Any normal subgroup N of A₅ must be a union of conjugacy classes (since normality means N is closed under conjugation) and must contain the identity (a class of size 1). So |N| must equal 1 plus some sum of elements from {12, 12, 15, 20}. One checks that no such sum yields a proper divisor of 60 greater than 1: 1 + 12 = 13, 1 + 15 = 16, 1 + 20 = 21, 1 + 12 + 12 = 25, 1 + 12 + 15 = 28, and so on — none of these divide 60. Therefore A₅ has no proper non-trivial normal subgroups and is simple.
This proof illustrates a technique that recurs throughout the classification program: analyzing groups through their conjugacy classes and using divisibility constraints from Lagrange's theorem. The simplicity of A₅ was first established by Galois around 1830, and it was the key insight behind one of the most famous impossibility results in mathematics: the unsolvability of the general quintic equation by radicals.
One of the most celebrated results in mathematics is that there is no general formula — in terms of radicals (nth roots, additions, and multiplications) — for the solutions of polynomial equations of degree 5 or higher. The quadratic formula, cubic formula, and quartic formula exist, but the quintic has no such counterpart. The proof, due to Galois and Abel, hinges on the simplicity of A₅.
Galois showed that a polynomial equation is solvable by radicals if and only if its Galois group is a solvable group — a group whose composition factors are all cyclic of prime order. The general quintic has Galois group S₅, which has composition factors Z/2Z and A₅. Since A₅ is simple but not cyclic of prime order (it is non-abelian with 60 elements), S₅ is not solvable, and the general quintic is not solvable by radicals. This was the birth of group theory as a discipline: Galois invented the subject precisely to answer this question.
The connection runs even deeper. A group is solvable if and only if all its composition factors are abelian simple groups (i.e., cyclic of prime order). The existence of a non-abelian simple group — A₅ — is what creates the obstruction. In a precise sense, A₅ is the reason the quintic cannot be solved. This makes A₅ one of the most consequential mathematical objects ever discovered, and it was the first hint that simple groups would be central to understanding the structure of mathematics.

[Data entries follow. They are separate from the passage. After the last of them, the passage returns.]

def _locate(
    volume: Volume,
    template: Template,
    *,
    axis_insert: str,
    hot: dict[str, bool] | None = None,
    activity_ratio: dict[str, float] | None = None,
    overrides: dict[str, np.ndarray] | None = None,
    where: str | None = None,
) -> Placement:
    """:func:`locate` without the explanation of a failure."""
    where = where or (volume.source or "image")
    if template.background is None or not template.spheres:
        raise TemplateError(f"template {template.name}: locate() handles body phantoms (spheres and background ROIs)")
    overrides = {k: np.asarray(v, float) for k, v in (overrides or {}).items()}
    for name in overrides:
        template.insert(name)  # raises for unknown names
    spheres = template.spheres
    hot = {s.name: True for s in spheres} | (hot or {})
    ratio = {s.name: 4.0 for s in spheres} | (activity_ratio or {})
    body = find_body(volume, where)
    expected = _template_extent(template)
    rel = body.extent_mm / expected
    if np.any(rel < 0.6) or np.any(rel > 1.6):
        raise PhantomNotFound(size_mismatch_message(where, body.extent_mm, template, edges=image_edges_reached(body)))
    bg = body.background
    sphere_overrides = [s for s in spheres if s.name in overrides]
    ring_score = None
    if len(sphere_overrides) >= 3:
        rot, t = kabsch(
            np.array([s.centre_mm for s in sphere_overrides]), np.array([overrides[s.name] for s in sphere_overrides])
        )
    else:
        axis_ins = template.insert(axis_insert)
        a0, d = find_axis(volume, body, axis_ins, where)
        ring_r = float(np.median([math.hypot(s.centre_mm[0] - axis_ins.centre_mm[0], s.centre_mm[1] - axis_ins.centre_mm[1]) for s in spheres]))
        off, u, v = _sphere_plane_offset(volume, template, body, a0, d, bg, ring_r, where)
        a_plane = a0 + off * d
        n_bins = 360
        theta = (np.arange(n_bins) + 0.5) * 2 * np.pi / n_bins
        radii = np.linspace(ring_r - 3, ring_r + 3, 5)
        zs = np.linspace(-2, 2, 3)
        pts = (
            a_plane
            + zs[:, None, None, None] * d
            + (radii[None, :, None, None] * np.cos(theta)[None, None, :, None]) * u
            + (radii[None, :, None, None] * np.sin(theta)[None, None, :, None]) * v
        )
        profile = np.nanmean(sample_world(volume, pts), axis=(0, 1)) - bg
        amps = {s.name: (bg * (ratio[s.name] - 1.0) if hot[s.name] else -bg) for s in spheres}
        model = _ring_profile_model(template, amps, n_bins, ring_r)
        theta0, hand, ring_score = _match_rotation(np.nan_to_num(profile), model)
        if ring_score < 0.3:
            raise PhantomNotFound(
                f"{where}: the sphere ring does not match template {template.name} (match score {ring_score:.2f} < 0.30)"
            )
        rot, t = _pose_from_axis(a_plane, d, u, v, theta0, hand, template, axis_ins)
    fits: dict[str, InsertFit] = {}
    noise = max(body.noise_sd, 1e-6 * bg)
    for _round in range(2):
        refined: dict[str, tuple[np.ndarray, float]] = {}
        pairs: list[tuple[np.ndarray, np.ndarray, float]] = []  # (template, world, weight)
        for s in spheres:
            if s.name in overrides:
                continue
            pred = rot @ np.asarray(s.centre_mm, float) + t
            win = s.diameter_mm / 2 + 0.5 * max(4.0, float(np.max(volume.spacing_mm)))
            try:
                c, signal = refine_centre(volume, pred, win, 1.0 if hot[s.name] else -1.0, bg)
            except PhantomNotFound:
                raise PhantomNotFound(f"{where}: {s.name} would lie outside the image") from None
            n_vox = 4 / 3 * math.pi * win**3 / (volume.voxel_volume_ml * 1000.0)
            snr = signal / (noise * math.sqrt(max(n_vox, 1.0)))
            refined[s.name] = (c, snr)
            if snr > 3 and np.linalg.norm(c - pred) < s.diameter_mm / 2 + 6:
                pairs.append((np.asarray(s.centre_mm, float), c, s.diameter_mm**2 * min(snr, 50.0)))
        top_weight = max([w for *_, w in pairs] or [1.0])
        pairs += [(np.asarray(s.centre_mm, float), overrides[s.name], 10 * top_weight) for s in sphere_overrides]
        if len(pairs) < 3:
            raise PhantomNotFound(
                f"{where}: fewer than three spheres stand out from the background"
            )
        rot, t = kabsch(np.array([p for p, _, _ in pairs]), np.array([q for _, q, _ in pairs]), np.array([w for *_, w in pairs]))
    warnings: list[str] = []
    resid_big = []
    for s in spheres:
        pred = rot @ np.asarray(s.centre_mm, float) + t
        if s.name in overrides:
            fits[s.name] = InsertFit(s.name, overrides[s.name], None, float(np.linalg.norm(overrides[s.name] - pred)), None, "override")
            continue
        c, snr = refined[s.name]
        res = float(np.linalg.norm(c - pred))
        fits[s.name] = InsertFit(s.name, pred, c, res, snr, "fit")
        if snr > 10 and s.diameter_mm >= 20:
            resid_big.append(res)
        if snr > 5 and res > max(2.0, 0.75 * float(np.max(volume.spacing_mm))):
            warnings.append(f"{s.name}: refined centre is {res:.1f} mm from the rigid fit (sphere off its nominal place?)")
    tol = max(3.0, 1.5 * float(np.max(volume.spacing_mm)))
    if resid_big and max(resid_big) > tol:
        raise PhantomNotFound(
            f"{where}: poor fit of template {template.name}: large spheres are up to {max(resid_big):.1f} mm from the "
            f"rigid placement (tolerance {tol:.1f} mm)"
        )
    for ins in template.inserts:
        if ins.role != "sphere":
            c = overrides.get(ins.name)
            fits[ins.name] = InsertFit(
                ins.name,
                c if c is not None else rot @ np.asarray(ins.centre_mm, float) + t,
                None,
                None,
                None,
                "override" if c is not None else "template",
            )
    placement = Placement(template, rot, t, bg, body.noise_sd, fits, ring_score, warnings)
    try:
        placement.body_frame = find_body_frame(volume, placement, template, axis_insert, where)
    except PhantomNotFound as exc:
        placement.warnings.append(f"WARNING: {exc}; the background ROIs follow the ring fit and the template")
    else:
        placement.warnings.extend(placement.body_frame.warnings)
    return placement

The simplicity of A₅ is not an isolated phenomenon — it extends to all alternating groups of degree 5 or greater. The standard proof proceeds by showing that every normal subgroup of Aₙ (for n ≥ 5) must contain a 3-cycle, and then showing that any normal subgroup containing a 3-cycle must contain all 3-cycles, hence must be all of Aₙ. The key lemma is that any two 3-cycles in Aₙ are conjugate when n ≥ 5, which fails for n = 4 (explaining why A₄ is not simple).
The alternating groups thus form the first infinite family of non-abelian simple groups. Their orders |Aₙ| = n!/2 grow rapidly: |A₅| = 60, |A₆| = 360, |A₇| = 2520, and so on. These groups are intimately connected to combinatorics, geometry, and the theory of equations. For example, A₅ is isomorphic to PSL(2, 4) ≅ PSL(2, 5), providing a bridge between the alternating groups and the groups of Lie type that we will encounter in the next lesson.
A natural question is whether the alternating groups are the "smallest" non-abelian simple groups. In a sense, yes: A₅ with its 60 elements is the smallest non-abelian simple group. But the landscape quickly becomes rich and complex. The next non-abelian simple group by order is PSL(2, 7), with 168 elements, which is a group of Lie type. The interleaving of alternating groups and groups of Lie type in the ordering by size is one of the beautiful patterns revealed by the classification.